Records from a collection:
- - - -

def extrapolate_trend(years, known, cells, n_years: int) -> tuple[np.ndarray, np.ndarray, np.ndarray]:
    """Trend extrapolation at either end of each stratum's series, on every stratum at once.

    2006 IPCC Guidelines Vol. 1 Section 5.3.3.4 (trend extrapolation): a straight line fitted by
    least squares to the ``n_years`` known points of the row nearest the target end.

    Parameters
    ----------
    years : array_like, shape (n_years,)
        The years of the columns, increasing [year].
    known : array_like, shape (n_strata, n_years)
        The series, one row per stratum [unit of the series, e.g. ha]; NaN where missing.
    cells : array_like of bool, shape (n_strata, n_years)
        The cells to fill. A cell after the last known year of its row takes the line through
        the row's last ``n_years`` known points; one before the first known year the line
        through its first ``n_years``. Cells between known years are not extrapolated.
    n_years : int
        Known points per line (fewer where the row has fewer; one point gives a flat line).

    Returns
    -------
    values : numpy.ndarray, shape (n_strata, n_years)
        ``intercept + slope x year`` at the cells [unit of the series]; NaN elsewhere. Not
        floored at zero (the caller decides).
    first_used, last_used : numpy.ndarray, shape (n_strata, n_years)
        Per cell, the first and last year of the points its line went through [year]; NaN
        elsewhere.
    """
    years = np.asarray(years, dtype=float)
    known = np.asarray(known, dtype=float)
    cells = np.asarray(cells, dtype=bool)
    present = ~np.isnan(known)
    col = np.arange(known.shape[1])[None, :]
    first = np.where(present.any(axis=1), np.argmax(present, axis=1), known.shape[1])[:, None]
    last = np.where(present.any(axis=1), known.shape[1] - 1 - np.argmax(present[:, ::-1], axis=1), -1)[:, None]
    values, first_used, last_used = (np.full(known.shape, np.nan) for _ in range(3))
    for side, target in (("end", cells & (col > last)), ("start", cells & (col < first))):
        if not target.any():
            continue
        order = np.cumsum(present[:, ::-1], axis=1)[:, ::-1] if side == "end" else np.cumsum(present, axis=1)
        use = present & (order <= n_years)
        x = np.where(use, years[None, :], 0.0)
        y = np.where(use, known, 0.0)
        n = use.sum(axis=1).astype(float)
        sx, sy = x.sum(axis=1), y.sum(axis=1)
        sxx, sxy = (x * x).sum(axis=1), (x * y).sum(axis=1)
        denom = n * sxx - sx * sx
        with np.errstate(invalid="ignore", divide="ignore"):
            slope = np.where(denom > 0, (n * sxy - sx * sy) / denom, 0.0)
            intercept = np.where(n > 0, (sy - slope * sx) / np.maximum(n, 1), np.nan)
        line = intercept[:, None] + slope[:, None] * years[None, :]
        values[target] = line[target]
        lo = np.broadcast_to(np.where(use, years[None, :], np.inf).min(axis=1)[:, None], known.shape)
        hi = np.broadcast_to(np.where(use, years[None, :], -np.inf).max(axis=1)[:, None], known.shape)
        first_used[target], last_used[target] = lo[target], hi[target]
    return values, first_used, last_used


def overlap_splice(known, surrogate) -> tuple[np.ndarray, np.ndarray, np.ndarray]:
    """Eq. 5.1 (overlap): ``y_0 = x_0 x (sum of y_i / sum of x_i)`` over the overlap years, per stratum.

    2006 IPCC Guidelines Vol. 1 Eq. 5.1: a related series x is spliced on, scaled by the ratio of
    the two series over the years where both exist.

    Parameters
    ----------
    known : array_like, shape (n_strata, n_years)
        The series to fill, y [unit of the series, e.g. ha]; NaN where missing.
    surrogate : array_like, shape (n_years,) or (n_strata, n_years)
        The related series, x [its own unit]; NaN where it gives no value.

    Returns
    -------
    values : numpy.ndarray, shape (n_strata, n_years)
        ``x_0 x ratio`` in every year where x is given [unit of y]; NaN where the row's ratio is
        undefined. The caller picks the cells to fill.
    ratio : numpy.ndarray, shape (n_strata,)
        ``sum y_i / sum x_i`` over the overlap years [unit of y per unit of x]; NaN where the
        row has no overlap year or the surrogate sums to zero or less there.
    overlap : numpy.ndarray of bool, shape (n_strata, n_years)
        The overlap years of each row (both series given).
    """
    known = np.asarray(known, dtype=float)
    x = np.broadcast_to(np.asarray(surrogate, dtype=float), known.shape)
    overlap = ~np.isnan(known) & ~np.isnan(x)
    sum_y = np.where(overlap, known, 0.0).sum(axis=1)
    sum_x = np.where(overlap, x, 0.0).sum(axis=1)
    with np.errstate(invalid="ignore", divide="ignore"):
        ratio = np.where(sum_x > 0, sum_y / sum_x, np.nan)
    return x * ratio[:, None], ratio, overlap


def surrogate_scale(known, driver) -> tuple[np.ndarray, np.ndarray]:
    """Eq. 5.2 (surrogate): ``y_0 = y_t x (s_0 / s_t)``, proportional to the driver s, per stratum.

    2006 IPCC Guidelines Vol. 1 Eq. 5.2. The reference year t of each cell is the nearest year
    where the stratum's value is known and the driver is above zero (the later one on a tie).

    Parameters
    ----------
    known : array_like, shape (n_strata, n_years)
        The series to fill, y [unit of the series, e.g. ha]; NaN where missing.
    driver : array_like, shape (n_years,) or (n_strata, n_years)
        The driver series, s [its own unit]; NaN where it gives no value.

    Returns
    -------
    values : numpy.ndarray, shape (n_strata, n_years)
        ``y_t x s_0 / s_t`` in every cell with a reference year [unit of y]; NaN elsewhere. The
        caller picks the cells to fill.
    reference : numpy.ndarray of int, shape (n_strata, n_years)
        Column of the reference year t of each cell; -1 where the row has none.
    """
    known = np.asarray(known, dtype=float)
    s = np.broadcast_to(np.asarray(driver, dtype=float), known.shape)
    width = known.shape[1]
    with np.errstate(invalid="ignore"):
        ref = ~np.isnan(known) & (s > 0)
    before, after = _nearest_known(ref)
    col = np.arange(width)[None, :]
    dist_before = np.where(before >= 0, col - before, width + 1)
    dist_after = np.where(after < width, after - col, width + 1)
    pick = np.where(dist_after <= dist_before, after, before)  # the nearer; the later one on a tie
    has = (dist_before <= width) | (dist_after <= width)
    safe = np.clip(pick, 0, width - 1)
    y_t = np.take_along_axis(known, safe, axis=1)
    s_t = np.take_along_axis(s, safe, axis=1)
    with np.errstate(invalid="ignore", divide="ignore"):
        values = y_t * s / np.where(s_t > 0, s_t, np.nan)
    values[~has] = np.nan
    return values, np.where(has, safe, -1)


# --- applying them to the activity table ------------------------------------------

def _nearest_known(present: np.ndarray) -> tuple[np.ndarray, np.ndarray]:
    """Per cell, the column of the nearest known value before it (-1 if none) and after it (width if none)."""
    width = present.shape[1]
    col = np.arange(width)
    before = np.maximum.accumulate(np.where(present, col[None, :], -1), axis=1)
    after = np.minimum.accumulate(np.where(present, col[None, :], width)[:, ::-1], axis=1)[:, ::-1]
    return before, after


def _describe_strata(table: pd.DataFrame, rows) -> str:
    return "; ".join(", ".join(str(v) for v in table.index[i] if v) for i in rows)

- - - -

#### GOAL OF THE EXERCISE:
Using the records above, copy each line that contains "ignore".

#### YOUR SOLUTION:
        with np.errstate(invalid="ignore", divide="ignore"):
    with np.errstate(invalid="ignore", divide="ignore"):
    with np.errstate(invalid="ignore"):
    with np.errstate(invalid="ignore", divide="ignore"):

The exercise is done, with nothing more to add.